---------- Task data ----------
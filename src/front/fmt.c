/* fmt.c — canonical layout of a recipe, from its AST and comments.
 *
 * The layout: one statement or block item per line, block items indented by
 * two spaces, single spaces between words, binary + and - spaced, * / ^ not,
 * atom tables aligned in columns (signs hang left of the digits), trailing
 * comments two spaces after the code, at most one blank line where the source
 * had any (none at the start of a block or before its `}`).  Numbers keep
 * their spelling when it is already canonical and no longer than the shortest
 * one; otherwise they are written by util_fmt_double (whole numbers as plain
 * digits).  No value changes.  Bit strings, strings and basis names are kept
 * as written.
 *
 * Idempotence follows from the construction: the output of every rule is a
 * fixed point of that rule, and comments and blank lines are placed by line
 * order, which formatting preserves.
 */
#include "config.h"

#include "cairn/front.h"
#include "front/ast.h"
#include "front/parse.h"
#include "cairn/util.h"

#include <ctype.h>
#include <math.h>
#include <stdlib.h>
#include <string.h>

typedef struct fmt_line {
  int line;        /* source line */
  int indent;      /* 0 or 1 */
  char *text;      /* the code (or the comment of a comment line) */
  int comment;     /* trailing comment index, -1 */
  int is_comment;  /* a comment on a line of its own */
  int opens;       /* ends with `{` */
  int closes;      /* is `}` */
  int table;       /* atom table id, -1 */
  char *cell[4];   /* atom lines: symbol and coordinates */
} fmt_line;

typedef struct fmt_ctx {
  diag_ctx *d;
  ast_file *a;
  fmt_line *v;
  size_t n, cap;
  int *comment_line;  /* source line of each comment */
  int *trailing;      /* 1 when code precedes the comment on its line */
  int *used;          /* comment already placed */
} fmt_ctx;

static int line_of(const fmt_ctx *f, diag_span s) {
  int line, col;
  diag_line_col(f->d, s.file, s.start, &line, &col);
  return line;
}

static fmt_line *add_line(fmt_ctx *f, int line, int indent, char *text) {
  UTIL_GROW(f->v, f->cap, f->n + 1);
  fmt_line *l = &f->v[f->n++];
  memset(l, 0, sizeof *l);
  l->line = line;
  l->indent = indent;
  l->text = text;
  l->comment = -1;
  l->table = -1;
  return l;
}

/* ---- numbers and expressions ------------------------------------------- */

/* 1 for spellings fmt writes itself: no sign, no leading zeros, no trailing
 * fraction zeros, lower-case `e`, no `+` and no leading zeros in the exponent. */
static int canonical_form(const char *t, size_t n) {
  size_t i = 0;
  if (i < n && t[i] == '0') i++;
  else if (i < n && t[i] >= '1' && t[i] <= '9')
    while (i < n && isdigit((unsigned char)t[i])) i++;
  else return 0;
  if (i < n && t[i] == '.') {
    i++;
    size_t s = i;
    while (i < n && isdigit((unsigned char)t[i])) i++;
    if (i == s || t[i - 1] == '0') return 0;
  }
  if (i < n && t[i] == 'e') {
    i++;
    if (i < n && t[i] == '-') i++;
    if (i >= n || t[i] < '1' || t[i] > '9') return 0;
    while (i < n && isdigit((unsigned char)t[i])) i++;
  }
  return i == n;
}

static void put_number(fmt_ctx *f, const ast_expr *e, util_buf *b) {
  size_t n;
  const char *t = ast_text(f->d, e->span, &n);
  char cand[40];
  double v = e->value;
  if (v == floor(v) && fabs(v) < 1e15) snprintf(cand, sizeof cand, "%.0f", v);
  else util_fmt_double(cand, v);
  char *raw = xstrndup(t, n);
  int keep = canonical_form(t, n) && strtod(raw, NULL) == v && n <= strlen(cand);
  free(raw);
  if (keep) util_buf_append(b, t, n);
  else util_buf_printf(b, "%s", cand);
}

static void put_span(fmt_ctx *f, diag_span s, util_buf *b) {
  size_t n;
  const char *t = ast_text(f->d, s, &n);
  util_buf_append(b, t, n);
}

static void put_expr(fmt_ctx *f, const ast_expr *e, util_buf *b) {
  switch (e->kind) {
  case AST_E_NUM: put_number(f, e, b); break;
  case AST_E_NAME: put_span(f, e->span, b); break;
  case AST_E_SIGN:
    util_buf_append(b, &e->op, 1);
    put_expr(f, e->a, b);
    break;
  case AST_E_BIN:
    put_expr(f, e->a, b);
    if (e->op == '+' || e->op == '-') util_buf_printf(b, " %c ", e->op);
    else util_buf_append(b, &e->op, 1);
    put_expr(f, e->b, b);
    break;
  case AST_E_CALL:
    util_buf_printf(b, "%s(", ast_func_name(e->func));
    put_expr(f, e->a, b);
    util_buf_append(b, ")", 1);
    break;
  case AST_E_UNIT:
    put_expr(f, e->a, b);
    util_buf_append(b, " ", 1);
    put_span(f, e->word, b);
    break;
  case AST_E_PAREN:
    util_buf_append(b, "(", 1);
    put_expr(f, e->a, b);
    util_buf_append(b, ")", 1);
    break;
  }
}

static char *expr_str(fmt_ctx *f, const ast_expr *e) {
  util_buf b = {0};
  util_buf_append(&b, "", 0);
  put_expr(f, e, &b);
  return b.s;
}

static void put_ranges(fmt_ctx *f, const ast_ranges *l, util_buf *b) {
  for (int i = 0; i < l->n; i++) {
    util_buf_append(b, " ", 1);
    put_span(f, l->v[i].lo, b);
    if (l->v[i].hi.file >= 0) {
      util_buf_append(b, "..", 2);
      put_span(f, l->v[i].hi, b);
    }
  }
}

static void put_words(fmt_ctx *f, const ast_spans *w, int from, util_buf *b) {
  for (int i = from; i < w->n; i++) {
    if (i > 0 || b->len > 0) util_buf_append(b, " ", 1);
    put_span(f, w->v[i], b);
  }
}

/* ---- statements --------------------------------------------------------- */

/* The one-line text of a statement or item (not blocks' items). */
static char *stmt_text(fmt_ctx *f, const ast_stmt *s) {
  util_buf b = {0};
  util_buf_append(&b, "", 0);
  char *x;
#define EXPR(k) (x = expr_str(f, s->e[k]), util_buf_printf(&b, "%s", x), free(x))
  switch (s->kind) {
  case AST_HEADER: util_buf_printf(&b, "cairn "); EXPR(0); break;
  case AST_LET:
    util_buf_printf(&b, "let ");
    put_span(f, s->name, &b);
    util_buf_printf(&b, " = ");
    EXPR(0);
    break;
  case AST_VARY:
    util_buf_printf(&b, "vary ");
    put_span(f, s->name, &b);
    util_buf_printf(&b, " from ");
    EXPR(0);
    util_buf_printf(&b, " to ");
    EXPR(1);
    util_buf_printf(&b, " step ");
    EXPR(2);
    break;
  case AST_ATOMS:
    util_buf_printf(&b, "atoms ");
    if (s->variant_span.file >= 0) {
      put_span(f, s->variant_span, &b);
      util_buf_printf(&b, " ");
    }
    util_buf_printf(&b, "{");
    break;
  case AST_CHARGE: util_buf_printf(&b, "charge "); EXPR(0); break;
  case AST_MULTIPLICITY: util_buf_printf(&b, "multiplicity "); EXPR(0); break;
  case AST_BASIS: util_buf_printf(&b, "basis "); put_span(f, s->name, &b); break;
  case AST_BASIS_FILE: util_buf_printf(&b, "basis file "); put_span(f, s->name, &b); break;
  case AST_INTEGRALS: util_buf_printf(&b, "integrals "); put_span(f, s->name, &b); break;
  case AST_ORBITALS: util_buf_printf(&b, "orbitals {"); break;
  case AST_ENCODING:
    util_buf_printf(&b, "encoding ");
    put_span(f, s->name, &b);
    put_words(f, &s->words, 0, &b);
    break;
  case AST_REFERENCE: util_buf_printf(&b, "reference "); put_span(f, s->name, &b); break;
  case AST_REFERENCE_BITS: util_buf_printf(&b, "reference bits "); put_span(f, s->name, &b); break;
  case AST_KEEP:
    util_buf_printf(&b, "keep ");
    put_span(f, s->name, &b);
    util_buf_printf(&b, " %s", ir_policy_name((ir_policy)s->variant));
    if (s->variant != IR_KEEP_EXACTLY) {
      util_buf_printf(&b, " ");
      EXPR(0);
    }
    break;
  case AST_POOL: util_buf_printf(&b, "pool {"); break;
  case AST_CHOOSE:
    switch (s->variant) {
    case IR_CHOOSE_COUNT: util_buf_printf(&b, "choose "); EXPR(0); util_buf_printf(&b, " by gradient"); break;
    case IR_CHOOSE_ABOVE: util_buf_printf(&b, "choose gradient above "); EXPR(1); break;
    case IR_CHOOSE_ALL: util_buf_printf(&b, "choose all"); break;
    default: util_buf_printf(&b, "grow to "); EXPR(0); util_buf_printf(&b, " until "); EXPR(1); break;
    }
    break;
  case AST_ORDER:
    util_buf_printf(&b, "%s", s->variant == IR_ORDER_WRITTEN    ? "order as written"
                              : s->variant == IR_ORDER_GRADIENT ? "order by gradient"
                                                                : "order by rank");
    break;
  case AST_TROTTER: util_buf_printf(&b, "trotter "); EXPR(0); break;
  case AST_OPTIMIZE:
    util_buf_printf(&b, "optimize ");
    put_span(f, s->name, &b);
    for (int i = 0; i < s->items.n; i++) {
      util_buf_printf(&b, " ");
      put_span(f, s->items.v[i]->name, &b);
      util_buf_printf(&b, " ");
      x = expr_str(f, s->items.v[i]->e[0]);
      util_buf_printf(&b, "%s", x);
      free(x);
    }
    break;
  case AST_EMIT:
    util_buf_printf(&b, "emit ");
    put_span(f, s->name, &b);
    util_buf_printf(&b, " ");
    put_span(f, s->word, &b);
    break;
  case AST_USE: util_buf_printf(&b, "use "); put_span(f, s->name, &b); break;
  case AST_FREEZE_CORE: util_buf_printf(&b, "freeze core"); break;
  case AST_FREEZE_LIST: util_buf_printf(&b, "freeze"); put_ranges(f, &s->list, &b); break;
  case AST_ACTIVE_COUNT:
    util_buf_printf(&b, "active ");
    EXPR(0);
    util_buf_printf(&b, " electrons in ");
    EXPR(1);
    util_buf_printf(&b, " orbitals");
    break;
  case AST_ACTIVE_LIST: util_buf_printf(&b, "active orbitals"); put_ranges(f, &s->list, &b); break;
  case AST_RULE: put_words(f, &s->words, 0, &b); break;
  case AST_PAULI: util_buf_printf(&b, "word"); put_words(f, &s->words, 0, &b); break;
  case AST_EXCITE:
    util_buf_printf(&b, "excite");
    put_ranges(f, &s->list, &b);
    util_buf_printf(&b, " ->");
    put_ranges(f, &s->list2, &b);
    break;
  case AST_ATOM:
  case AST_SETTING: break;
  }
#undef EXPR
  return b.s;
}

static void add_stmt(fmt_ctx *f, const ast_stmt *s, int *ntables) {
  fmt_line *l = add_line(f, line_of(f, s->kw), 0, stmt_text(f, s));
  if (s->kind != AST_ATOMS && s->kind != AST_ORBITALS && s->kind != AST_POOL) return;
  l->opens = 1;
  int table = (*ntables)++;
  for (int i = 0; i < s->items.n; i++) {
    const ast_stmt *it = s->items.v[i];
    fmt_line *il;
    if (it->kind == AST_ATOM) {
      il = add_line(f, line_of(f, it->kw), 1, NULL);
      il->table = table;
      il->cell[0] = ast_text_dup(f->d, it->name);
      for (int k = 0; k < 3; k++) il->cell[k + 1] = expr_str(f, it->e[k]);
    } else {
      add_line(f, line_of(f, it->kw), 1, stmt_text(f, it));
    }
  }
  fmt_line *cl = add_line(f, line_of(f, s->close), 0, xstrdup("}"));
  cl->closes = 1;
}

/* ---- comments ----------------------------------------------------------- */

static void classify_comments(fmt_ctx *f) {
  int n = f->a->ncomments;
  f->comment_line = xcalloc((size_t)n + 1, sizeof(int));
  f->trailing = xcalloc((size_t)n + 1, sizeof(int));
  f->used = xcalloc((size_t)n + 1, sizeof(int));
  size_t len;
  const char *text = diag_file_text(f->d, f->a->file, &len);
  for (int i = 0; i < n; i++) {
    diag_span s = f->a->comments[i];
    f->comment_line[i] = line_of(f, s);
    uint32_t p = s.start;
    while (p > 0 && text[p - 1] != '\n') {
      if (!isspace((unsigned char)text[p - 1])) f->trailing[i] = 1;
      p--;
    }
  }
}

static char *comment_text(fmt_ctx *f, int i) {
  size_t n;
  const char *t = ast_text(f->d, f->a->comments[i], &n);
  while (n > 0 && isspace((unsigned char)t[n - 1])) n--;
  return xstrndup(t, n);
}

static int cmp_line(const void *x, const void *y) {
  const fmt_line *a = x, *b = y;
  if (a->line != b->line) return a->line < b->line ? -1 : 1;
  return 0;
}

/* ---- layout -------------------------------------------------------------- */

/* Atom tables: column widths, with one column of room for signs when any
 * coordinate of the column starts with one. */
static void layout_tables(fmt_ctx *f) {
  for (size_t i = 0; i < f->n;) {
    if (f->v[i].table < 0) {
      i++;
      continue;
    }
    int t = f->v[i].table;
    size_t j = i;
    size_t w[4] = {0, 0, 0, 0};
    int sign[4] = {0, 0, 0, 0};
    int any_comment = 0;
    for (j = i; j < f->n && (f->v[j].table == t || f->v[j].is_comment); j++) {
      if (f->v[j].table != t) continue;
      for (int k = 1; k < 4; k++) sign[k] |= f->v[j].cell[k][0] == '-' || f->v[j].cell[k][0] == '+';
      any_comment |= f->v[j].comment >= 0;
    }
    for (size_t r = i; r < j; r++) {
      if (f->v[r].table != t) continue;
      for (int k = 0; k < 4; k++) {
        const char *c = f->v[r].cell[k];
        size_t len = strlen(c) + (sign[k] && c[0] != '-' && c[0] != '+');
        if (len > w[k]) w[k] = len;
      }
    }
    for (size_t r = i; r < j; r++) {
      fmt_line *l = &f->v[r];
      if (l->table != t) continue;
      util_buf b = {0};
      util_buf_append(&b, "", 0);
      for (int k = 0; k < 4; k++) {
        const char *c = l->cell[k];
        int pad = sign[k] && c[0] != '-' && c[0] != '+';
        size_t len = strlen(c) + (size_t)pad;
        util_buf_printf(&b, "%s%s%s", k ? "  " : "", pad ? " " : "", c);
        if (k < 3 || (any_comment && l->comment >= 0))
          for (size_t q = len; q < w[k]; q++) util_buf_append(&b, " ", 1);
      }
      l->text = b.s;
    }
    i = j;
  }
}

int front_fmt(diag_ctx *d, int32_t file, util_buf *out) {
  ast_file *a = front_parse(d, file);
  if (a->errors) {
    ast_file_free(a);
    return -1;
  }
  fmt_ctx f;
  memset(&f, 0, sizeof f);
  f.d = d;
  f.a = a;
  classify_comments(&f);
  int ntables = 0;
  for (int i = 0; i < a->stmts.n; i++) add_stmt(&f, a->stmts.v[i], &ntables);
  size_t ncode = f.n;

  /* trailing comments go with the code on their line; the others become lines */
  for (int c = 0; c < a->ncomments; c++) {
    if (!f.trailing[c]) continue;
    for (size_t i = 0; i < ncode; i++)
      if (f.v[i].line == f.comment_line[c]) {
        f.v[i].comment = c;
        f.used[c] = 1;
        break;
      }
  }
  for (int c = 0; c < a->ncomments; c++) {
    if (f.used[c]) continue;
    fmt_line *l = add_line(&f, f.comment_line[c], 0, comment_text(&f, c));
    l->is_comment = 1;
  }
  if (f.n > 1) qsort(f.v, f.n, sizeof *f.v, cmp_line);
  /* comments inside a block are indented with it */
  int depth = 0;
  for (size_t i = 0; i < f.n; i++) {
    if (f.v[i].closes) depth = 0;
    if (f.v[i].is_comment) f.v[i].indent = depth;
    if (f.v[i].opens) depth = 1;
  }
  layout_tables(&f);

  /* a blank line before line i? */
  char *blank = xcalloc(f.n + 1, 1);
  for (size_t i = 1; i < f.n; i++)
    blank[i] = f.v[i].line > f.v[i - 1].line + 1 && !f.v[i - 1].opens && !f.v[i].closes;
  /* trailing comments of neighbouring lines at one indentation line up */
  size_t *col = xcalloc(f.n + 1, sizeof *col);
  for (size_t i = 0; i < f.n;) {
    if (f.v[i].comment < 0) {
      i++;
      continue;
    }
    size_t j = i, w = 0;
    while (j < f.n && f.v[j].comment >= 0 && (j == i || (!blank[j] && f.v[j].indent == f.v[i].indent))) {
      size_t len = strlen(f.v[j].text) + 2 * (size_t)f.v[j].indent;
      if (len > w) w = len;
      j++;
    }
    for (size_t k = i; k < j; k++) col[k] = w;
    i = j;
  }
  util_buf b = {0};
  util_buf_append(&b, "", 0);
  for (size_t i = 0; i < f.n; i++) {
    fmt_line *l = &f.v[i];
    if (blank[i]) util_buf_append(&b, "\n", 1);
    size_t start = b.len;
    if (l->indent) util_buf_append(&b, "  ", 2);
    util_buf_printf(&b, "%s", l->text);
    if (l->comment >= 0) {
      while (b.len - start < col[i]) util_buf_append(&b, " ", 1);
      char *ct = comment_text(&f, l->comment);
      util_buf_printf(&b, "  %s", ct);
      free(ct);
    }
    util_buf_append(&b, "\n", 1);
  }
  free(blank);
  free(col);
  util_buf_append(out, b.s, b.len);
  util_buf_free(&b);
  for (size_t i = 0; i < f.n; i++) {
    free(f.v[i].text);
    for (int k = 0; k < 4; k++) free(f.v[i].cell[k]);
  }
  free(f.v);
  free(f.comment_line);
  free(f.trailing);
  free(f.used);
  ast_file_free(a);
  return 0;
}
----------
Only the lines above starting at the one containing "while (p > 0" and ending at the one containing "int any_comment = 0;", both included, are to be returned, exactly as they read.

    while (p > 0 && text[p - 1] != '\n') {
      if (!isspace((unsigned char)text[p - 1])) f->trailing[i] = 1;
      p--;
    }
  }
}

static char *comment_text(fmt_ctx *f, int i) {
  size_t n;
  const char *t = ast_text(f->d, f->a->comments[i], &n);
  while (n > 0 && isspace((unsigned char)t[n - 1])) n--;
  return xstrndup(t, n);
}

static int cmp_line(const void *x, const void *y) {
  const fmt_line *a = x, *b = y;
  if (a->line != b->line) return a->line < b->line ? -1 : 1;
  return 0;
}

/* ---- layout -------------------------------------------------------------- */

/* Atom tables: column widths, with one column of room for signs when any
 * coordinate of the column starts with one. */
static void layout_tables(fmt_ctx *f) {
  for (size_t i = 0; i < f->n;) {
    if (f->v[i].table < 0) {
      i++;
      continue;
    }
    int t = f->v[i].table;
    size_t j = i;
    size_t w[4] = {0, 0, 0, 0};
    int sign[4] = {0, 0, 0, 0};
    int any_comment = 0;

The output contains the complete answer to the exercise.